Records for the exercise »
★ ★ ★ ★ ★
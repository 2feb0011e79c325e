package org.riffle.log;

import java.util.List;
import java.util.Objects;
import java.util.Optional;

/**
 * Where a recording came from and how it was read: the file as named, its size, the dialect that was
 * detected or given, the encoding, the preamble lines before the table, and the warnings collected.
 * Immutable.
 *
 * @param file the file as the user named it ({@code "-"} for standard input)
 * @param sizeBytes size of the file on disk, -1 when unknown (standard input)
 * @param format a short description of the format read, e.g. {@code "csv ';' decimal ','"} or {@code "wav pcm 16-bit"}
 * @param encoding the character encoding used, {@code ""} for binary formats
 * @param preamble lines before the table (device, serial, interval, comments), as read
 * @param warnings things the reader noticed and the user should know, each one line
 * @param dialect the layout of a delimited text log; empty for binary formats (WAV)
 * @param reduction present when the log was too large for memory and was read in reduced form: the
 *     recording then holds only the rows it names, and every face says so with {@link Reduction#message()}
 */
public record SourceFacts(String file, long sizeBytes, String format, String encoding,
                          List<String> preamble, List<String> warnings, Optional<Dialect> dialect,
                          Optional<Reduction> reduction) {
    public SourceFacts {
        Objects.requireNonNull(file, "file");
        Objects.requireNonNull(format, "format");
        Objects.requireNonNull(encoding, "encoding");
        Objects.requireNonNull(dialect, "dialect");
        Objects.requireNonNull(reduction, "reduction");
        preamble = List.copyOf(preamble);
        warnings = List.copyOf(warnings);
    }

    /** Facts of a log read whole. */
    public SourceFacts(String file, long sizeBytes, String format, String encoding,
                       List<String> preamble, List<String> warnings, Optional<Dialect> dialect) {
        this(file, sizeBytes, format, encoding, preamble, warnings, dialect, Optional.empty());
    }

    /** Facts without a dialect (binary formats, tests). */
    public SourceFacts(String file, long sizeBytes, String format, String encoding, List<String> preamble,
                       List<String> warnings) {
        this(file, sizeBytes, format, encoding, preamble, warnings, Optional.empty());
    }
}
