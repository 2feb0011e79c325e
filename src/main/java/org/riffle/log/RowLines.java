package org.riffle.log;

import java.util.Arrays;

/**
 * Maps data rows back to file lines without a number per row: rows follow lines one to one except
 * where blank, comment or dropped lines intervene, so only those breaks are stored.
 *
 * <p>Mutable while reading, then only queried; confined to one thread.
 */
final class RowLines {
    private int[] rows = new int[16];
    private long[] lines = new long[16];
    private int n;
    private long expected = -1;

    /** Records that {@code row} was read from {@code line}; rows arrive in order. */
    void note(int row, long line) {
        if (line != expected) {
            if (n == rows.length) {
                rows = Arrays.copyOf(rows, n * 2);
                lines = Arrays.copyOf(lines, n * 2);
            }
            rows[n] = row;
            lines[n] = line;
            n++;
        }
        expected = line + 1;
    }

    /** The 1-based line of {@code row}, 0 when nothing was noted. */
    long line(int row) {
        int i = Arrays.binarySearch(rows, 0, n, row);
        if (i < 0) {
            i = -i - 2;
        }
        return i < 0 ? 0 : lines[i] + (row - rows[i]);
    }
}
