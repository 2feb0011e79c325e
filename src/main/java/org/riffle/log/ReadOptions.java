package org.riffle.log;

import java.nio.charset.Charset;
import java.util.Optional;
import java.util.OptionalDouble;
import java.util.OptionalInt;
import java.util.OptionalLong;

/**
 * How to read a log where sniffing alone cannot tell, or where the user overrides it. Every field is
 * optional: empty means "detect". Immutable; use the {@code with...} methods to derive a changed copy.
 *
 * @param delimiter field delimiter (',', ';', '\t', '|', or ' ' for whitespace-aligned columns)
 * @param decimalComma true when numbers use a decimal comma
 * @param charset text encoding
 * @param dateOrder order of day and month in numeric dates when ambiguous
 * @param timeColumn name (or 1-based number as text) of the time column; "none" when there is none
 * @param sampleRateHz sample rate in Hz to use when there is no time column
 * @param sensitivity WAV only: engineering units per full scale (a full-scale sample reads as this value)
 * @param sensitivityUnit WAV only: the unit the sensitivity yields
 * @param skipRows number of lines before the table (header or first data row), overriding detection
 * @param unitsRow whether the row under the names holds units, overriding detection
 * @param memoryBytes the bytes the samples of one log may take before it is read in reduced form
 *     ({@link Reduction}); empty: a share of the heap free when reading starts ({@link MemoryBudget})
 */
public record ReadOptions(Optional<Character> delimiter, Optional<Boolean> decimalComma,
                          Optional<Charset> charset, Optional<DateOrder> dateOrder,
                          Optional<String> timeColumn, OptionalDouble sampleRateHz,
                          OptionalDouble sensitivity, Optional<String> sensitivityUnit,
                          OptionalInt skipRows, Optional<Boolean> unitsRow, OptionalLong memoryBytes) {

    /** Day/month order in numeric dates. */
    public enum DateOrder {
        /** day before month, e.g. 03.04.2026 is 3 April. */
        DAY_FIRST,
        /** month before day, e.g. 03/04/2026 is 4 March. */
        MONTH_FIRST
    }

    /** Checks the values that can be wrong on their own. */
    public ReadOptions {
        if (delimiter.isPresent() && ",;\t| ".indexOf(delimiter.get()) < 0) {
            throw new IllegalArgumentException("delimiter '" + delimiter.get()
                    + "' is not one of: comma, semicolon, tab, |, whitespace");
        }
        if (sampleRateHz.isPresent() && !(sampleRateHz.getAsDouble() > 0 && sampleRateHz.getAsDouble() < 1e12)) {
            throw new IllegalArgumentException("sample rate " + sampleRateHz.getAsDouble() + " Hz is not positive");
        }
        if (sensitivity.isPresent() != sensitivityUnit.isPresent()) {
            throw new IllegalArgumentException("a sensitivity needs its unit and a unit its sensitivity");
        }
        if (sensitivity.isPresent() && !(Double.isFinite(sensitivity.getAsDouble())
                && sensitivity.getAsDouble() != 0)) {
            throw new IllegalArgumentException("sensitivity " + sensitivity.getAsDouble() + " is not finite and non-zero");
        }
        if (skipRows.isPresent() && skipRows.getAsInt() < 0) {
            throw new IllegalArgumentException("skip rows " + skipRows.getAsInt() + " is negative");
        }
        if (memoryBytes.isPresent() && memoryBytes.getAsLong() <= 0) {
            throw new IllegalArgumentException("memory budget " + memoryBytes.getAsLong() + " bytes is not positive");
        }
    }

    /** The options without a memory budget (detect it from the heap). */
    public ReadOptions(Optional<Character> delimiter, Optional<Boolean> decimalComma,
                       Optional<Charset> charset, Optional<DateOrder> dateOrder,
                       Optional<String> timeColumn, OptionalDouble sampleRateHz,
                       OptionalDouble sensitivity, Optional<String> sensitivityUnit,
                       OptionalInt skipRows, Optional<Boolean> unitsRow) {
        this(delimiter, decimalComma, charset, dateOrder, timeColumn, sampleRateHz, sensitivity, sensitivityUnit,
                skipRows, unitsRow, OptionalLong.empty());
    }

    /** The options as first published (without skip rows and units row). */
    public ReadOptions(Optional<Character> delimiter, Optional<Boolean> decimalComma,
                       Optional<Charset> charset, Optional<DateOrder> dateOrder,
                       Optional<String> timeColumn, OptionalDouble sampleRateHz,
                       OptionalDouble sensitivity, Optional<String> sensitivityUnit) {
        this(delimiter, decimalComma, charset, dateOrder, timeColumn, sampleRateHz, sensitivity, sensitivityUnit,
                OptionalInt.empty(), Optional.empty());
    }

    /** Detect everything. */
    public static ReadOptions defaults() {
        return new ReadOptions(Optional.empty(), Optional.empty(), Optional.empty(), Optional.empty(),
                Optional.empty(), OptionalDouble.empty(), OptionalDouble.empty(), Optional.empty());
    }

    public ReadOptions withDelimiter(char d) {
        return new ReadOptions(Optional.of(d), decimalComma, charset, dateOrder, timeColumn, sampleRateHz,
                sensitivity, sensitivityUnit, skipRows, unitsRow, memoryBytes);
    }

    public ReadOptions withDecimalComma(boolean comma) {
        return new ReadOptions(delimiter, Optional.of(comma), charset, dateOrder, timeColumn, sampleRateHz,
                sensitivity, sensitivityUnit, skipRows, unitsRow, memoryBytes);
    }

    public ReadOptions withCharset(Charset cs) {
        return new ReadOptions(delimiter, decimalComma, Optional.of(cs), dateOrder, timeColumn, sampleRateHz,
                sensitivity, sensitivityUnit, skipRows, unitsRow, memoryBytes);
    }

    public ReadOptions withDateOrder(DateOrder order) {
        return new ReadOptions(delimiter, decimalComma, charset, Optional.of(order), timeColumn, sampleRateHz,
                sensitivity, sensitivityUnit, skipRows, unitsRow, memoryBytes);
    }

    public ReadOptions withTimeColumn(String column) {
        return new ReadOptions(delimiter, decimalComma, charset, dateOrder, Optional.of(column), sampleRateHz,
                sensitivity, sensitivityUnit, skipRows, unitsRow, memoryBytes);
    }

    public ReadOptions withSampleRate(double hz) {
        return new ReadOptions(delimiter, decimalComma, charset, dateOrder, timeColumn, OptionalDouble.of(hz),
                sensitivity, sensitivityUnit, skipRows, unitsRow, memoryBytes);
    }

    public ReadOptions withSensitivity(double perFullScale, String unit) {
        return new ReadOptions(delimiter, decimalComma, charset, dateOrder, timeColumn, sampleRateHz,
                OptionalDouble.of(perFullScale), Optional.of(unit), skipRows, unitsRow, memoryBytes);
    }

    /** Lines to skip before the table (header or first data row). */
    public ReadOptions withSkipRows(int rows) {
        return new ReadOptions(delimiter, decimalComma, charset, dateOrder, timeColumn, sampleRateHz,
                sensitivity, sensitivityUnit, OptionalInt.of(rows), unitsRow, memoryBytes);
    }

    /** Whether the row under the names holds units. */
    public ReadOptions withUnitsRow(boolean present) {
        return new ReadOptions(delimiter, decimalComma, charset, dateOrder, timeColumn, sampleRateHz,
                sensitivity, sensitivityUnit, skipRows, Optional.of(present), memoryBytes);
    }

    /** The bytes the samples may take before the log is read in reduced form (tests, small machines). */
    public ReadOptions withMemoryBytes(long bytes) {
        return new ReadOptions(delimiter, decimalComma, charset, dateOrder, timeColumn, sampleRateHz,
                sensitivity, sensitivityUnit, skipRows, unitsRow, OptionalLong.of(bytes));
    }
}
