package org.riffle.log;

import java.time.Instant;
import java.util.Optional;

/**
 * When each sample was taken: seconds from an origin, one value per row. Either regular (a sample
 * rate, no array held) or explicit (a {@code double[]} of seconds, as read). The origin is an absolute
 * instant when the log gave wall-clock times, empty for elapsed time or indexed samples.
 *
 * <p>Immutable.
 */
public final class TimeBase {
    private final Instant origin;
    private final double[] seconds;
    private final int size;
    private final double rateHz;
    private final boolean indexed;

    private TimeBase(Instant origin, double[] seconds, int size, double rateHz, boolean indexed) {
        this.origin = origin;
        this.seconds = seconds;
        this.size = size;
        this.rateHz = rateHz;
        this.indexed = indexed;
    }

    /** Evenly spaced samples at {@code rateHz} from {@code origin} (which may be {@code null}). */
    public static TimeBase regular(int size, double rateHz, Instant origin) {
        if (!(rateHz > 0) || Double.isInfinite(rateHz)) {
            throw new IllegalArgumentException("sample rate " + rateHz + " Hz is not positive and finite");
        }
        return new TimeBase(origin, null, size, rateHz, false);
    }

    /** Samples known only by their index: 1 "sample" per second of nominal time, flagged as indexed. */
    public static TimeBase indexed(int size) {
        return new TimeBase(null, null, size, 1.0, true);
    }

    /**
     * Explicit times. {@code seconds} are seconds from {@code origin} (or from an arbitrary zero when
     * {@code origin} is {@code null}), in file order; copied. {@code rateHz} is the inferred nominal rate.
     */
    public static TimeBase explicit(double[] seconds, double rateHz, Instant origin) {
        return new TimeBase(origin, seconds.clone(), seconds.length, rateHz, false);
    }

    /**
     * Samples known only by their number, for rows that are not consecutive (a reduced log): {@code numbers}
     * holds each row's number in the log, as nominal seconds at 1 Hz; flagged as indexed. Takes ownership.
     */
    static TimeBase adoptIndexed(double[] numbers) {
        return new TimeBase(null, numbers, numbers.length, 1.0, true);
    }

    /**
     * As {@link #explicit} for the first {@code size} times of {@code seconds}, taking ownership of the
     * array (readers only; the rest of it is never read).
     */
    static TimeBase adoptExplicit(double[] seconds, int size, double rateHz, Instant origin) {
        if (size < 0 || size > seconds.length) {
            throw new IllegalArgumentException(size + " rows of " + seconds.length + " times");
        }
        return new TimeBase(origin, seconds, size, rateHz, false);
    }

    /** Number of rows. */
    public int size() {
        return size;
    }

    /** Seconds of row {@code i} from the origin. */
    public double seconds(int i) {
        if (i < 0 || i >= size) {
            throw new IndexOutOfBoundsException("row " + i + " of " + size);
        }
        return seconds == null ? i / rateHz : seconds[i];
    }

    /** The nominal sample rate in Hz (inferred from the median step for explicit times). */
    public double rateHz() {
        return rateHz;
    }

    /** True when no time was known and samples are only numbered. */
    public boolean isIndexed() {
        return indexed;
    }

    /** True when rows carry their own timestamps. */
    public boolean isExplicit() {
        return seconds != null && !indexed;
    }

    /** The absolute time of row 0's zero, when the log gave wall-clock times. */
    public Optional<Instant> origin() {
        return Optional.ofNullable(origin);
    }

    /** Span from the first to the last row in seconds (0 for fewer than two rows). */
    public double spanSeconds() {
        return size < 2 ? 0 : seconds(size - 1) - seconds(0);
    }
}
★ ★ ★ ★ ★
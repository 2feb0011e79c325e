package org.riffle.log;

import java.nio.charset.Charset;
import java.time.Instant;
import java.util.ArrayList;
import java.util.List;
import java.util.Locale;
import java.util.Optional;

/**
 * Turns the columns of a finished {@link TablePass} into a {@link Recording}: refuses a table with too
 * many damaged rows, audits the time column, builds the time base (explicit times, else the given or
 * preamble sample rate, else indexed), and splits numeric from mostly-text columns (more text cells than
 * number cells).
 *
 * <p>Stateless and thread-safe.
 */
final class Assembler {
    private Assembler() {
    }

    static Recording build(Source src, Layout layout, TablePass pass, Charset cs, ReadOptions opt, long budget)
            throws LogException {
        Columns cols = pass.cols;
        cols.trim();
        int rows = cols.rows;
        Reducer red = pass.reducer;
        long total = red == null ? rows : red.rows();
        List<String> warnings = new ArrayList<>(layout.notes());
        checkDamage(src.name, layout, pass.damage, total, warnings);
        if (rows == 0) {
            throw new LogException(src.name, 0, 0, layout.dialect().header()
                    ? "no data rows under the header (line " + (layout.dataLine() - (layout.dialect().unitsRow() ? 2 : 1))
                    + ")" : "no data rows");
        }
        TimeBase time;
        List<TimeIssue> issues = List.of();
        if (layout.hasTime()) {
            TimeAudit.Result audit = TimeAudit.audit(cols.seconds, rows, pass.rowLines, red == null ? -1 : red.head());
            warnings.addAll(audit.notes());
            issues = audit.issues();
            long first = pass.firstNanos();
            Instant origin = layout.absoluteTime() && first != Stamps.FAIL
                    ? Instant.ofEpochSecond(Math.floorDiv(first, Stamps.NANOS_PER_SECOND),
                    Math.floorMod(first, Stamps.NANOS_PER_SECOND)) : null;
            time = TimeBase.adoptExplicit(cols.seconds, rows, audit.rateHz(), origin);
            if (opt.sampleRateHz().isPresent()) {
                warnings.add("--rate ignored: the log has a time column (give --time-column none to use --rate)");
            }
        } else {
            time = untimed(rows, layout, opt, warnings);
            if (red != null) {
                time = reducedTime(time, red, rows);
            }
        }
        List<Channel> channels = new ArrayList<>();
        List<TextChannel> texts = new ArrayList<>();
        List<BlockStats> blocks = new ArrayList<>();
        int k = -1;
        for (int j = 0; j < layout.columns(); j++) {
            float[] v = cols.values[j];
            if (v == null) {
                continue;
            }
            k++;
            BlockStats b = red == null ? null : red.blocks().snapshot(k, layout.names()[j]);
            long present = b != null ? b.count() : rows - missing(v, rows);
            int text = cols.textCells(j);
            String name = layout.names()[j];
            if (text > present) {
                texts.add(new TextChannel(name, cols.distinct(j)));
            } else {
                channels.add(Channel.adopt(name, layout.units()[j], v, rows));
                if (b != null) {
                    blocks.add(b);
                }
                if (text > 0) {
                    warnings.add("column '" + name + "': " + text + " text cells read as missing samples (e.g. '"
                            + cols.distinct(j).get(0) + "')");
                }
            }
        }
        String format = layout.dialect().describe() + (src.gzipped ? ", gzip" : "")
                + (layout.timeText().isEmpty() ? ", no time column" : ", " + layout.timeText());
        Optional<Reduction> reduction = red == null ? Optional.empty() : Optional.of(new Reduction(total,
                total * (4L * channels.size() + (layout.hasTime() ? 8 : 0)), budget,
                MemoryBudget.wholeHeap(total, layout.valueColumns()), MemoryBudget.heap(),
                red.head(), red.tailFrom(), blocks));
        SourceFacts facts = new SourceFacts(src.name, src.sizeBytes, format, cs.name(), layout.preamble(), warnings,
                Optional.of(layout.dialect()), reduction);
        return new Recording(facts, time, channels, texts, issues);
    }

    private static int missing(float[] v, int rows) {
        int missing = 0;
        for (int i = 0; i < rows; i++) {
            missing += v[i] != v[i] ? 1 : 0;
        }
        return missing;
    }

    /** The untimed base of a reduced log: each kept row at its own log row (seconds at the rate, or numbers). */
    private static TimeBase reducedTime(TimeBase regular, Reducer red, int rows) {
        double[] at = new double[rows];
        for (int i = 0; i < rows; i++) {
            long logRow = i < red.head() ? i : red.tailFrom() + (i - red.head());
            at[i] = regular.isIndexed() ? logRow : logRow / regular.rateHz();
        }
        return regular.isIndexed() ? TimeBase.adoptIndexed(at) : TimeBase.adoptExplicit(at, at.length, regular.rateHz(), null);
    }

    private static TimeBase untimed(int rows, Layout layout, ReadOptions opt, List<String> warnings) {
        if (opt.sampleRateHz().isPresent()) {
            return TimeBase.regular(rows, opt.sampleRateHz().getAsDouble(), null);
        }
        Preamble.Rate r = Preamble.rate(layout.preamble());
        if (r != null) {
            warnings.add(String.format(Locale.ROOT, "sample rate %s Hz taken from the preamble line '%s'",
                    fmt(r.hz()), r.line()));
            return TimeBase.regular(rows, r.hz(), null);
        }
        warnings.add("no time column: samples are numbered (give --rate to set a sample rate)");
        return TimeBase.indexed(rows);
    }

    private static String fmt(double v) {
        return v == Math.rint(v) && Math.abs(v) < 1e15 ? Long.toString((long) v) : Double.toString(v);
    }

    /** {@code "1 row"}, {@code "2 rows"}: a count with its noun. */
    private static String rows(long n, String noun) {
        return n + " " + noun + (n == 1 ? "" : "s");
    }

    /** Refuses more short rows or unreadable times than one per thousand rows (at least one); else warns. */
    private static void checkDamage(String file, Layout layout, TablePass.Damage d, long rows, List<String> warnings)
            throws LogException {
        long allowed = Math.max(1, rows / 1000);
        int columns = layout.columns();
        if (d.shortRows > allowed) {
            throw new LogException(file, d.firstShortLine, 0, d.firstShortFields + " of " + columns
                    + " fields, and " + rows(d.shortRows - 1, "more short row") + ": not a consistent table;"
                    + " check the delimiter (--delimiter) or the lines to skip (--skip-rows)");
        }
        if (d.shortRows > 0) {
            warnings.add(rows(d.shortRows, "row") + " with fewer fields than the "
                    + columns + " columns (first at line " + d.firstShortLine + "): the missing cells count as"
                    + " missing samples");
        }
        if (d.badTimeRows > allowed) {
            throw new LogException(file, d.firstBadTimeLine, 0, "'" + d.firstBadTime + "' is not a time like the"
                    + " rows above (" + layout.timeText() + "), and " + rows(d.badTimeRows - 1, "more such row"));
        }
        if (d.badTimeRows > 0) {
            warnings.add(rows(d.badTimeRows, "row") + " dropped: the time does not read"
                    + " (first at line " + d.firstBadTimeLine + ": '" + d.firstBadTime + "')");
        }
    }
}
★ ★ ★ ★ ★
What you need to do » In the material above, find every line with the word "notes" and show it.

Written reply »
        List<String> warnings = new ArrayList<>(layout.notes());
            warnings.addAll(audit.notes());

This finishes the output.